Karin van Nispen, W. Mieke. E. van de Sandt-Koenderman, Emiel Krahmer

Abstract

Pantomime, gesture in absence of speech, has no conventional meaning. Nevertheless, individuals seem to be able to produce pantomimes and derive meaning from pantomimes. A number of studies has addressed the use of co-speech gesture, but little is known on pantomime. Therefore, the question of how people construct and understand pantomimes arises in gesture research.
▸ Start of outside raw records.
/// [`layout_deck`] to the given detail: the lines, bearings and courses are the same at either.
pub fn layout_deck_with(
    planes: &[PlaneGeometry],
    zones: &[ZoneRegion],
    zone_rank: &[u32],
    framing: &FramingInput,
    panel: &PanelInput,
    detail: LayoutDetail,
) -> Result<DeckLayout, SpacingError> {
    validate(planes, zones, zone_rank, framing, panel)?;
    let mut cache = BearingWork::default();
    let mut zone_work = ZoneWork::default();
    let joined_zones = JoinedZones::new(zones);
    let zone_shapes = ZoneShapes::new(&joined_zones, zone_rank);
    let mut lines = Vec::new();
    let mut courses = Vec::new();
    let mut pieces = Vec::new();
    let mut laying_starts = Vec::new();
    let mut number = 0u32;
    let mut framed: Vec<(PlaneFrame, Vec<GridLine>)> = Vec::with_capacity(planes.len());
    for (plane_index, plane) in planes.iter().enumerate() {
        let frame = plane_frame(plane_index, plane, framing)?;
        let grid = grid_lines(plane, &frame, framing)?;
        let bands = course_bands(
            frame.slope_length_m(),
            panel.width_mm / 1000.0,
            panel.first_course_width_mm / 1000.0,
        );
        let layer = CourseLayer {
            plane_index,
            frame: &frame,
            grid: &grid,
            panel,
            framing_spacing_mm: framing.spacing_mm,
        };
        let first = layer.joints(0, None)?;
        let mut plane_courses = Vec::with_capacity(bands.len());
        for (index, band) in bands.iter().enumerate() {
            let mut laid = if index == 0 {
                first.clone()
            } else {
                layer.joints(index, first.first_joint_m)?
            };
            let top_m = band[1] - band[0];
            if index > 0 && index + 1 == bands.len() && top_m * 1000.0 < panel.min_piece_mm - 1e-3 {
                laid.changes
                    .push(LayoutChange::NarrowTopCourse { width_m: top_m });
            }
            plane_courses.push(Course {
                plane_index,
                index,
                from_m: band[0],
                to_m: band[1],
                joints_m: laid.joints_m,
                adjustments: Vec::new(),
                changes: laid.changes,
            });
        }
        let first_number = number + 1;
        // Slivers at hip and valley cuts, by course, said once each.
        let mut notes: Vec<(usize, LayoutChange)> = Vec::new();
        // A line's strip stays within half a spacing of the plane (the margin's extra millimetre
        // covers a line set a hair off the plane's edge), so only these shapes can meet it.
        let plane_zones = zone_shapes.near(
            bounds(&plane.polygon_m),
            framing.spacing_mm / 2000.0 + MIN_PIECE_M,
        );
        lines.reserve(grid.len());
        for line in 0..grid.len() {
            number += 1;
            let context = PlaneContext {
                plane,
                frame: &frame,
                grid: &grid,
                courses: &plane_courses,
            };
            lines.push(lay_out_line(
                &context,
                line,
                number,
                plane_index,
                framing,
                &plane_zones,
                &mut cache,
                &mut zone_work,
                &mut notes,
            )?);
        }
        for (course_index, sliver) in notes {
            if let Some(course) = plane_courses.get_mut(course_index) {
                if !course.changes.contains(&sliver) {
                    course.changes.push(sliver);
                }
            }
        }
        if detail == LayoutDetail::Full {
            for course in &mut plane_courses {
                course.adjustments = course
                    .changes
                    .iter()
                    .map(|change| si_words(change, course.index, panel.min_piece_mm / 1000.0))
                    .collect();
            }
            let cutter = PieceCutter {
                polygon_m: &plane.polygon_m,
                frame: &frame,
                grid: &grid,
                first_number,
            };
            pieces.extend(cutter.pieces(&plane_courses));
        }
        let low_along_m = frame.along_at_m(0.0);
        let corner_cross_m = match panel.start {
            StartCorner::SmallerCoordinate => frame.cross_range_m[0],
            StartCorner::LargerCoordinate => frame.cross_range_m[1],
        };
        laying_starts.push(LayingStart {
            plane_index,
            corner_m: frame.plan_point(corner_cross_m, low_along_m),
            first_course_offset_m: 0.0,
            first_course_width_m: bands[0][1] - bands[0][0],
            first_panel_length_m: panel.first_panel_length_mm / 1000.0,
        });
        courses.extend(plane_courses);
        framed.push((frame, grid));
    }
    // Blocking is numbered after every framing line, so asking for it renumbers nothing.
    if panel.blocking == EdgeBlocking::CourseJoints {
        for (plane_index, (plane, (frame, grid))) in planes.iter().zip(&framed).enumerate() {
            let plane_courses: Vec<Course> = courses
                .iter()
                .filter(|c| c.plane_index == plane_index)
                .cloned()
                .collect();
            let on = BlockingPlane {
                plane_index,
                plane,
                frame,
                grid,
                courses: &plane_courses,
                panel_width_m: panel.width_mm / 1000.0,
            };
            lines.extend(blocking_lines(&on, &zone_shapes, &mut number)?);
        }
    }
    let framing_lines = framing_lines(planes, &lines);
    Ok(DeckLayout {
        lines,
        courses,
        framing: framing_lines,
        pieces,
        laying_starts,
        zone_rank: zone_rank.to_vec(),
        zone_family: vec![0; zone_rank.len()],
    })
}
To determine how people use pantomimes, we asked participants to depict a set of objects using pantomimes only. We annotated what representation techniques people produced. Furthermore, using judgment tasks, we assessed the pantomimes' comprehensibility. Analyses showed that similar techniques were used to depict objects across individuals. Objects with a default depiction method were better comprehended than objects for which there was no such default. More specifically, tools and objects depicted using a handling technique were better understood. The open-answer experiment showed low interpretation accuracy. Conversely, the forced-choice experiment showed ceiling effects. These results suggest that across individuals, similar strategies are deployed to produce pantomime, with the handling technique as the apparent preference. This might indicate that the production of pantomimes is based on mental representations which are intrinsically similar. Furthermore, pantomime conveys semantically rich, but ambiguous, information, and its interpretation is much dependent on context. This pantomime database is available online: https://dataverse.nl/dataset.xhtml?persistentId=hdl:10411/QZHO6M. This can be used as a baseline with which we can compare clinical groups.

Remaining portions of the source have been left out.